- _What you should do_:
Scan the material below for the string "rtol", and copy every line where it shows up.

- _Records supplied_:
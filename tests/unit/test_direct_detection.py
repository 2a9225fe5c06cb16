"""The direct-detection term: scaling laws, thresholds, pseudo-data and what it tells people."""

from __future__ import annotations

import math
from dataclasses import replace
from itertools import pairwise
from pathlib import Path

import numpy as np
import pytest
from hypothesis import given, settings
from hypothesis import strategies as st
from scipy.optimize import brentq
from scipy.stats import norm

from scanfit.contracts import BuildContext, InnerNuisances
from scanfit.errors import MissingPrediction, PointError
from scanfit.likelihoods.candidate import Annihilation, Candidate, CosmologyOptions, NucleonCouplings
from scanfit.likelihoods.constants import GEV_M2_TO_CM2, PROTON_MASS
from scanfit.likelihoods.direct_detection.experiment import Experiment
from scanfit.likelihoods.direct_detection.folding import fold
from scanfit.likelihoods.direct_detection.halo import Halo
from scanfit.likelihoods.direct_detection.spectrum import differential_rate
from scanfit.likelihoods.direct_detection.term import DirectDetection

DEMO = Path(__file__).parents[2] / "runs" / "demo"
VALUES = {"local_density": 0.3, "most_probable_speed": 238.0, "escape_speed": 544.0, "earth_speed": 252.0}


def build(treatment: InnerNuisances = "marginal", name: str = "corrie_xenon.toml") -> DirectDetection:
    return DirectDetection(DirectDetection.Options(data=name), BuildContext(DEMO, treatment))


CORRIE = build()


def candidate(cross_section: float, mass: float = 40.0) -> Candidate:
    """Isospin-symmetric and all of the dark matter; cross section on protons in cm^2."""
    reduced = mass * PROTON_MASS / (mass + PROTON_MASS)
    coupling = math.sqrt(math.pi / 4.0 * cross_section / GEV_M2_TO_CM2) / reduced
    nothing = np.zeros((0, 1))
    return Candidate(
        mass=mass,
        self_conjugate=True,
        spin_degrees_of_freedom=1,
        annihilation=Annihilation((), lambda s: nothing, lambda s: nothing[0]),
        nucleon=NucleonCouplings(f_proton=coupling, f_neutron=coupling),
        cosmology=CosmologyOptions(underabundant="assume-all"),
    )


def detector(**changes: object) -> Experiment:
    """Eight contiguous bins, resolution of a few keV, efficiency with a threshold at 2 keV."""
    edges = [3.0, 5.0, 8.0, 12.0, 16.0, 22.0, 30.0, 40.0, 50.0]
    table: dict[str, object] = {
        "title": "a detector",
        "source": "none",
        "exposure_tonne_year": 1.0,
        "target": {"Xe": 1.0},
        "efficiency": {"energy_kev": (2.0, 6.0, 60.0), "value": (0.0, 0.8, 0.9)},
        "resolution": {"noise_kev": 0.3, "stochastic": 0.3, "constant": 0.02},
        "bins": {
            "intervals_kev": tuple(pairwise(edges)),
            "background": (0.0,) * 8,
            "observed": (0,) * 8,
        },
    }
    return Experiment.model_validate({**table, **changes})


# Scaling laws

masses = st.floats(6.0, 5000.0)
amplitudes = st.floats(-1e-7, 1e-7).map(lambda x: x if abs(x) > 1e-12 else 1e-12)


@settings(max_examples=60, deadline=None)
@given(masses, amplitudes, amplitudes, amplitudes, amplitudes, st.floats(0.01, 100.0))
def test_signal_is_linear_in_the_cross_section(
    mass: float, f_p: float, f_n: float, a_p: float, a_n: float, scale: float
) -> None:
    once = replace(candidate(0.0, mass), nucleon=NucleonCouplings(f_p, f_n, a_p, a_n))
    root = math.sqrt(scale)
    more = replace(once, nucleon=NucleonCouplings(root * f_p, root * f_n, root * a_p, root * a_n))
    single = CORRIE.signal(once, VALUES)
    assert np.all(single >= 0.0)
    np.testing.assert_allclose(CORRIE.signal(more, VALUES), scale * single, rtol=1e-10, atol=1e-14 * single.sum())


@settings(max_examples=40, deadline=None)
@given(masses, st.floats(0.05, 1.0), st.floats(1.01, 4.0))
def test_signal_grows_with_the_density(mass: float, density: float, factor: float) -> None:
    thin = CORRIE.signal(candidate(1e-46, mass), {**VALUES, "local_density": density})
    thick = CORRIE.signal(candidate(1e-46, mass), {**VALUES, "local_density": factor * density})
    np.testing.assert_allclose(thick, factor * thin, rtol=1e-12)


@settings(max_examples=30, deadline=None)
@given(st.floats(5.0, 9.0), st.floats(200.0, 260.0), st.floats(480.0, 600.0), st.floats(200.0, 270.0))
def test_signal_grows_with_the_escape_speed_at_the_threshold(
    mass: float, most_probable: float, escape: float, earth: float
) -> None:
    # More fast particles, more recoils above a threshold that only fast particles reach (light dark matter).
    halo = {"most_probable_speed": most_probable, "earth_speed": earth}
    slow = CORRIE.signal(candidate(1e-44, mass), {**VALUES, **halo, "escape_speed": escape}).sum()
    fast = CORRIE.signal(candidate(1e-44, mass), {**VALUES, **halo, "escape_speed": escape + 20.0}).sum()
    assert fast >= slow * (1.0 - 1e-6)


def test_signal_scales_with_the_fraction_of_the_dark_matter() -> None:
    part = candidate(1e-46)
    part.__dict__["dm_fraction"] = 0.25  # what the relic abundance would fill in
    np.testing.assert_allclose(CORRIE.signal(part, VALUES), 0.25 * CORRIE.signal(candidate(1e-46), VALUES))


def test_isospin_violation_hides_xenon() -> None:
    # f_n/f_p = -0.7 cancels the protons of xenon; what is left comes from the spread of its isotopes.
    hidden = replace(candidate(0.0), nucleon=NucleonCouplings(1e-8, -0.7e-8))
    plain = replace(candidate(0.0), nucleon=NucleonCouplings(1e-8, 1e-8))
    ratio = CORRIE.signal(hidden, VALUES).sum() / CORRIE.signal(plain, VALUES).sum()
    assert 0.0 < ratio < 1e-3


# Folding


@pytest.mark.parametrize("mass", [8.0, 10.0, 40.0, 1000.0])
def test_folding_against_a_dense_sum(mass: float) -> None:
    # The same experiment summed bin by bin on 200,000 energies, resolution by scipy's normal distribution.
    experiment = detector()
    energy = np.linspace(2.0, 60.0, 200_001)
    middle, step = 0.5 * (energy[1:] + energy[:-1]), energy[1] - energy[0]
    nucleon = candidate(1e-46, mass).nucleon
    assert nucleon is not None
    rate = differential_rate(middle, mass, nucleon, Halo(), {"Xe": 1.0}) * np.interp(
        middle, [2.0, 6.0, 60.0], [0.0, 0.8, 0.9]
    )
    width = np.sqrt(0.3**2 + 0.3**2 * middle + (0.02 * middle) ** 2)
    expected = np.array(
        [
            (rate * (norm.cdf((high - middle) / width) - norm.cdf((low - middle) / width))).sum() * step
            for low, high in experiment.bins.intervals_kev
        ]
    )
    found = fold(experiment).counts(mass, nucleon, Halo())
    np.testing.assert_allclose(found, expected, rtol=1e-3, atol=2e-5 * expected.sum())


def test_resolution_moves_events_but_loses_none() -> None:
    # Far from the table's ends every accepted recoil lands in some bin.
    wide = {"intervals_kev": ((1.0, 20.0), (20.0, 99.0)), "background": (0.0, 0.0), "observed": (0, 0)}
    flat = {"energy_kev": (1.0, 5.0, 5.001, 40.0, 40.001, 99.0), "value": (0.0, 0.0, 1.0, 1.0, 0.0, 0.0)}
    nucleon = candidate(1e-46, 100.0).nucleon
    assert nucleon is not None
    sharp = fold(detector(bins=wide, efficiency=flat, resolution={})).counts(100.0, nucleon, Halo())
    smeared = fold(detector(bins=wide, efficiency=flat, resolution={"noise_kev": 0.6, "stochastic": 0.2}))
    moved = smeared.counts(100.0, nucleon, Halo())
    assert moved.sum() == pytest.approx(sharp.sum(), rel=1e-6)
    assert abs(moved[0] - sharp[0]) > 1e-4 * sharp[0]


def test_light_dark_matter_below_threshold_gives_nothing() -> None:
    # Largest recoil of 5 GeV on Xe-124 with 796 km/s is 2.8 keV; Corrie accepts nothing below 3 keV.
    assert CORRIE.signal(candidate(1e-40, 5.0), VALUES).sum() == 0.0
    assert CORRIE.signal(candidate(1e-40, 6.0), VALUES).sum() > 0.0


@pytest.mark.parametrize("target", ["Xe", "Ar", "Ge", "Si", "O", "Ca", "W", "Na", "I", "F"])
def test_every_target_works(target: str) -> None:
    nucleon = candidate(1e-46, 30.0).nucleon
    assert nucleon is not None
    assert fold(detector(target={target: 1.0})).counts(30.0, nucleon, Halo()).min() >= 0.0


def test_heavier_target_wins_coherently() -> None:
    # At low energy the rate per mass goes as A^2 through sigma_A, for equal couplings: tungsten over silicon.
    nucleon = candidate(1e-46, 1000.0).nucleon
    assert nucleon is not None
    rates = [differential_rate(np.array([0.01]), 1000.0, nucleon, Halo(), {name: 1.0})[0] for name in ("W", "Si")]
    assert rates[0] / rates[1] == pytest.approx((183.9 / 28.1) ** 2, rel=0.02)


# The term


def test_candidate_without_scattering() -> None:
    with pytest.raises(MissingPrediction, match="scattering on nucleons"):
        CORRIE.loglike(replace(candidate(1e-46), nucleon=None), VALUES)


@pytest.mark.parametrize("name", list(VALUES))
def test_impossible_halo_is_a_point_error(name: str) -> None:
    with pytest.raises(PointError, match=name):
        CORRIE.loglike(candidate(1e-46), {**VALUES, name: -1.0})


def test_likelihood_does_not_depend_on_history() -> None:
    first = CORRIE.loglike(candidate(1e-47), VALUES)
    CORRIE.loglike(candidate(1e-40, 3000.0), {**VALUES, "local_density": 2.0})
    assert CORRIE.loglike(candidate(1e-47), VALUES) == first
    assert build().loglike(candidate(1e-47), VALUES) == first


@pytest.mark.parametrize("treatment", ["marginal", "profile"])
def test_strong_scattering_is_excluded_and_no_scattering_is_not(treatment: InnerNuisances) -> None:
    term = build(treatment)
    none = term.loglike(candidate(0.0), VALUES)
    assert none - term.loglike(candidate(1e-46), VALUES) > 10.0
    assert none - term.loglike(candidate(1e-50), VALUES) < 0.1
    assert math.isfinite(term.loglike(candidate(1e-36), VALUES))


def test_reach_of_the_invented_experiments() -> None:
    # A chamber of this exposure should exclude some 5e-48 cm^2 at 40 GeV, its planned successor several times less.
    limits = []
    for name in ("corrie_xenon.toml", "corrie_2_xenon.toml"):
        term = build("profile", name)
        best = max(term.loglike(candidate(x), VALUES) for x in (0.0, *np.geomspace(1e-50, 1e-46, 200)))
        limits.append(
            10.0
            ** brentq(lambda log, t=term, b=best: b - t.loglike(candidate(10.0**log), VALUES) - 1.353, -49.0, -45.0)
        )
    assert 3e-48 < limits[0] < 2e-47
    assert 2.0 < limits[0] / limits[1] < 15.0


def test_limit_at_low_mass_follows_the_escape_speed_and_at_high_mass_the_density_only() -> None:
    changed = {**VALUES, "escape_speed": 580.0}
    ratio = [CORRIE.signal(candidate(1e-45, m), changed).sum() / CORRIE.signal(candidate(1e-45, m), VALUES).sum()
             for m in (7.0, 500.0)]  # fmt: skip
    assert ratio[0] > 1.3
    assert ratio[1] == pytest.approx(1.0, abs=0.01)


def test_explanation_adds_up() -> None:
    lines = {line.name: line for line in CORRIE.explain(candidate(1e-47), VALUES)}
    bins = [line for name, line in lines.items() if name.startswith("events in")]
    assert sum(line.predicted for line in bins) == pytest.approx(
        lines["signal events"].predicted + lines["background events"].predicted
    )
    assert [line.observed for line in bins] == list(CORRIE.experiment.bins.observed or ())


def test_expected_data_prefer_the_point_that_made_them() -> None:
    truth = candidate(2e-47)
    asimov = build("profile").expected(truth, VALUES)
    at_truth = asimov.loglike(truth, VALUES)
    for factor in (0.5, 0.9, 1.1, 2.0):
        assert asimov.loglike(candidate(2e-47 * factor), VALUES) < at_truth
    np.testing.assert_allclose(asimov.counting.observed, asimov.signal(truth, VALUES) + asimov.counting.background)
    assert asimov.name == CORRIE.name
    assert asimov.caveats == CORRIE.caveats


def test_pseudo_data_are_reproducible_and_leave_the_term_alone() -> None:
    before = CORRIE.counting.observed.copy()
    draws = [CORRIE.simulate(candidate(3e-47), VALUES, np.random.default_rng(5)).counting.observed for _ in range(2)]
    np.testing.assert_array_equal(draws[0], draws[1])
    assert draws[0].sum() > before.sum()
    np.testing.assert_array_equal(CORRIE.counting.observed, before)


def test_planned_experiment_holds_its_background() -> None:
    term = build(name="corrie_2_xenon.toml")
    np.testing.assert_array_equal(term.counting.observed, term.counting.background)


def test_nuisances_are_shared_by_name_and_priced_once() -> None:
    names = [parameter.name for parameter in CORRIE.nuisances]
    assert names == ["local_density", "most_probable_speed", "escape_speed", "earth_speed"]
    assert all(parameter.kind == "nuisance" and parameter.prior is not None for parameter in CORRIE.nuisances)


def test_velocity_integral_keeps_the_shape_of_its_argument() -> None:
    speeds = np.array([[0.0, 100.0], [200.0, 300.0], [400.0, 500.0]])
    eta = Halo().mean_inverse_speed(speeds.T)
    np.testing.assert_array_equal(eta, Halo().mean_inverse_speed(speeds).T)
    assert eta.shape == (2, 3)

- _The answer_:
    np.testing.assert_allclose(CORRIE.signal(more, VALUES), scale * single, rtol=1e-10, atol=1e-14 * single.sum())
    np.testing.assert_allclose(thick, factor * thin, rtol=1e-12)
    np.testing.assert_allclose(found, expected, rtol=1e-3, atol=2e-5 * expected.sum())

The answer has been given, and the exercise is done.